NOTE for next2 just add:

if( *str == '\0' ) return NULL;

to the first next and names it next2
Also you should check the return value of strdup it may be NULL

Answer 2

This getWord() returns the (n+1)th word of input string:

char * getWord(char * string, int n)
{
        char str[1024] = {'\0'};
        char * delim = " \t";
        char * pch = NULL;
        char * result = NULL;
        int i = 0;

        if (string == NULL)
                return NULL;

        strcpy (str, string);
        pch = strtok (str, delim);
        while (pch != NULL)
        {
                if (i == n)
                        break;
                pch = strtok (NULL, delim);
                i++;
        }

        if (pch != NULL)
        {
                result = (char *)malloc(strlen(pch) + 1);
                if (result == NULL)
                        printf ("Failed to allocate memory\n");
                else
                        strcpy (result, pch);
        }
        return result;
}

If this function returns the result as not NULL, make sure to free the memory allocated to "result" variable in the function which is calling getWord().

The main() will look something like this -

int main ()
{
        char * ptr;
        ptr = getWord ("hello you", 1);
        if (ptr != NULL)
        {
                printf ("ptr = %s\n", ptr);
                free(ptr);
        }
        else
                printf ("ptr is NULL");
        return 0;
}

Answer 3

We beginners should help each other.:)

Here you are.

#include <stdio.h>
#include <string.h>

char * getWord(const char *s, size_t n)
{
    while ( ( s += strspn(s, " \t") ) != '\0' && n-- )
    {
        s += strcspn(s, " \t");
    }

    return *s ? (char *)s : (char *)0;
}

int main( void )
{
    char *s = "Hi Adrian. How are you?";
    size_t n = 0;

    for (char *p; (p = getWord(s, n)) != NULL; ++n)
    {
        printf("%zu: %s\n", n, p);
    }

    printf("\nThere are %zu words in the string\n", n);

    return 0;
}

The output of the demonstrative program is

0: Hi Adrian. How are you?
1: Adrian.
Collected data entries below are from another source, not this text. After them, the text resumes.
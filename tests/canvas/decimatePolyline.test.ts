// Min/max decimation for drawing, checked against an analytic curve and random lines: the drawn line
// must stay within one screen pixel of the original (in both directions, a Hausdorff distance), keep
// only original vertices in their order, and hold at most about four vertices per pixel column. The
// method is min/max ("M4") decimation as plotting libraries use it (Jugel et al. 2014, "M4: a
// visualization-oriented time series data aggregation", PVLDB 7(10); recalled from memory).
import fc from 'fast-check';
import { describe, expect, it } from 'vitest';
import { decimatePolyline } from '../../src/canvas/decimatePolyline';
import { minOf, maxOf } from '../../src/core/stats/minMax';

type Pt = [number, number];

const toPoints = (flat: ArrayLike<number>): Pt[] => Array.from({ length: flat.length / 2 }, (_, k) => [flat[2 * k], flat[2 * k + 1]] as Pt);

function segmentDistance(p: Pt, a: Pt, b: Pt): number {
  const dx = b[0] - a[0], dy = b[1] - a[1];
  const len2 = dx * dx + dy * dy;
  const t = len2 === 0 ? 0 : Math.max(0, Math.min(1, ((p[0] - a[0]) * dx + (p[1] - a[1]) * dy) / len2));
  return Math.hypot(p[0] - (a[0] + t * dx), p[1] - (a[1] + t * dy));
}

/**
 * Distance from each query point to a polyline, all in screen px. Segments are filed under every pixel column
 * they cross; a point looks in its own column and its neighbours, so any distance up to one pixel is exact
 * (a farther segment is more than a pixel away) and larger ones come out as at least that.
 */
function distancesToPolyline(points: Pt[], line: Pt[]): number[] {
  const buckets = new Map<number, number[]>();
  for (let k = 0; k + 1 < line.length; k++) {
    const c0 = Math.floor(Math.min(line[k][0], line[k + 1][0]));
    const c1 = Math.floor(Math.max(line[k][0], line[k + 1][0]));
    for (let c = c0; c <= c1; c++) {
      const list = buckets.get(c) ?? [];
      list.push(k);
      buckets.set(c, list);
    }
  }
  return points.map((p) => {
    let best = Infinity;
    const c = Math.floor(p[0]);
    for (let d = -1; d <= 1; d++) for (const k of buckets.get(c + d) ?? []) best = Math.min(best, segmentDistance(p, line[k], line[k + 1]));
    return Math.min(best, 2);
  });
}

/** Points along each segment of the line, at most `step` apart (screen px). */
function alongSegments(line: Pt[], step: number): Pt[] {
  // Distances change by at most the step between samples (1-Lipschitz), so between two samples the true
  // distance exceeds the larger sampled one by at most step / 2.
  const out: Pt[] = [];
  for (let k = 0; k + 1 < line.length; k++) {
    const [a, b] = [line[k], line[k + 1]];
    const m = Math.max(1, Math.ceil(Math.hypot(b[0] - a[0], b[1] - a[1]) / step));
    for (let i = 0; i < m; i++) out.push([a[0] + ((b[0] - a[0]) * i) / m, a[1] + ((b[1] - a[1]) * i) / m]);
  }
  if (line.length) out.push(line[line.length - 1]);
  return out;
}

/** Index in the original of each kept point, walking forward (throws if a kept point is not a later original vertex). */
function keptIndices(original: Pt[], kept: Pt[]): number[] {
  const idx: number[] = [];
  let i = 0;
  for (const q of kept) {
    while (i < original.length && (original[i][0] !== q[0] || original[i][1] !== q[1])) i++;
    if (i === original.length) throw new Error(`kept point ${q} is not a later original vertex`);
    idx.push(i++);
  }
  return idx;
}

/** Hausdorff distance in screen px between the lines at `scale`, both ways; `step` samples the segments. */
function screenHausdorff(original: Pt[], kept: Pt[], scale: number, step: number): { there: number; back: number } {
  const screen = (l: Pt[]) => l.map(([u, v]) => [u * scale, v * scale] as Pt);
  const [o, k] = [screen(original), screen(kept)];
  const largest = (xs: number[]) => xs.reduce((m, x) => Math.max(m, x), 0);
  return {
    there: largest(distancesToPolyline(alongSegments(o, step), k)),
    back: largest(distancesToPolyline(alongSegments(k, step), o)),
  };
}

describe('decimatePolyline(flat, scale)', () => {
  // An analytic horizon: a 400 px fold with a 3.7 px ripple, 100 000 vertices over 2000 image px (50 per px).
  const N = 100_000;
  const flat = new Float64Array(2 * N);
  for (let k = 0; k < N; k++) {
    const u = (2000 * k) / (N - 1);
    flat[2 * k] = u;
    flat[2 * k + 1] = 300 + 120 * Math.sin((2 * Math.PI * u) / 400) + 15 * Math.sin((2 * Math.PI * u) / 3.7);
  }
  const original = toPoints(flat);

  for (const scale of [0.05, 0.37, 1, 3]) {
    it(`keeps an analytic 100 000-vertex curve within one screen pixel at ${scale} screen px per image px, with ≤ 4 vertices per pixel column`, () => {
      const kept = toPoints(decimatePolyline(flat, scale));
      // Pixel columns the curve spans (u from 0 to 2000).
      const columns = Math.floor(2000 * scale) - Math.floor(0 * scale) + 1;
      expect(kept.length).toBeLessThanOrEqual(4 * columns);
      expect(kept.length).toBeLessThan(N);
      // Only original vertices, in order, with both ends.
      const idx = keptIndices(original, kept);
      expect(idx[0]).toBe(0);
      expect(idx[idx.length - 1]).toBe(N - 1);
      const { there, back } = screenHausdorff(original, kept, scale, 0.25);
      expect(there).toBeLessThanOrEqual(1);
      expect(back).toBeLessThanOrEqual(1);
      // A generous limit for the brute-force distances on a busy machine (not a speed check).
    }, 60_000);
  }

  it('zoomed in, keeps the window of columns exact and each side of it as one column, so off-screen parts cost nothing', () => {
    // 20 screen px per image px: the curve spans 40 000 columns; a view 800 px wide with a view's width each side.
    const scale = 20;
    const columns: [number, number] = [10_000, 12_399];
    const kept = toPoints(decimatePolyline(flat, scale, columns));
    // The window's columns, and one merged column each side.
    expect(kept.length).toBeLessThanOrEqual(4 * (columns[1] - columns[0] + 1 + 2));
    keptIndices(original, kept);
    // Within the window (screen x from 10 000 to 12 400), the two lines are within one pixel both ways.
    const inWindow = (l: Pt[]) => l.filter(([u]) => u * scale >= columns[0] - 2 && u * scale < columns[1] + 3);
    const screen = (l: Pt[]) => l.map(([u, v]) => [u * scale, v * scale] as Pt);
    const visible = (l: Pt[]) => l.filter(([x]) => x >= columns[0] && x < columns[1] + 1);
    const [o, k] = [screen(inWindow(original)), screen(inWindow(kept))];
    const largest = (xs: number[]) => xs.reduce((m, x) => Math.max(m, x), 0);
    expect(largest(distancesToPolyline(visible(alongSegments(o, 0.25)), k))).toBeLessThanOrEqual(1);
    expect(largest(distancesToPolyline(visible(alongSegments(k, 0.25)), o))).toBeLessThanOrEqual(1);
  }, 60_000);

  it('follows the full height of a steep ripple inside one column (the extremes are kept, not averaged away)', () => {
    const kept = toPoints(decimatePolyline(flat, 0.05));
    // In the column u ∈ [0, 20) the curve reaches min and max of the original there.
    const inCol = (l: Pt[]) => l.filter(([u]) => u < 20).map(([, v]) => v);
    expect(minOf(inCol(kept))).toBe(minOf(inCol(original)));
    expect(maxOf(inCol(kept))).toBe(maxOf(inCol(original)));
  });

  it('returns short lines and unusable scales unchanged', () => {
    expect(decimatePolyline([0, 0, 1, 1, 2, 0, 3, 1], 0.001)).toEqual([0, 0, 1, 1, 2, 0, 3, 1]);
    expect(decimatePolyline(flat.subarray(0, 20), 0)).toEqual(Array.from(flat.subarray(0, 20)));
    expect(decimatePolyline(flat.subarray(0, 20), Number.NaN)).toEqual(Array.from(flat.subarray(0, 20)));
  });

  it('keeps any line — folded back, overturned, vertical — within one screen pixel, as original vertices in order', () => {
    const step = fc.tuple(fc.double({ min: -6, max: 6, noNaN: true }), fc.double({ min: -6, max: 6, noNaN: true }));
    fc.assert(
      fc.property(fc.array(step, { minLength: 5, maxLength: 150 }), fc.double({ min: 0.05, max: 4, noNaN: true }), (steps, scale) => {
        const line: Pt[] = [[100, 100]];
        for (const [du, dv] of steps) line.push([line[line.length - 1][0] + du, line[line.length - 1][1] + dv]);
        const kept = toPoints(decimatePolyline(line.flat(), scale));
        // Original vertices in order (a repeated vertex may match an earlier copy), both ends kept.
        keptIndices(line, kept);
        expect(kept[0]).toEqual(line[0]);
        expect(kept[kept.length - 1]).toEqual(line[line.length - 1]);
        const { there, back } = screenHausdorff(line, kept, scale, 0.25);
        expect(there).toBeLessThanOrEqual(1);
        expect(back).toBeLessThanOrEqual(1);
      }),
    );
  });
});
How are you?
2: How are you?
3: are you?
4: you?

There are 5 words in the string

If you want to get the output like this

0: Hi
1: Adrian.
2: How
3: are
4: you?

There are 5 words in the string

then just rewrite the loop in main the following way

for (char *p; (p = getWord(s, n)) != NULL; ++n)
{
    size_t len = strcspn(p, " \t");
    printf("%zu: %*.*s\n", n, ( int )len, ( int )len, p);
}

Answer 4

This is what you can do

char* get_word (char *string,int req_num)
{
int i;
int ns;//number of spaces
int *sp;
ns=0;
for(i=0;string[i]!='\0';i++)
{
//check for a spaces and increment ns
if (string[i]==' ')
{
++ns;
sp=(int*)realloc(sp,ns*sizeof(int));
sp[ns-1]=(int)&string[i+1];
}
//check what place you have to return
if(req_num>=ns)
return NULL;
else
return (char*)sp[req_num];
}
}

This code is very un-optimized and you can comeup with ways to restructure the code to optimize it to run it faster.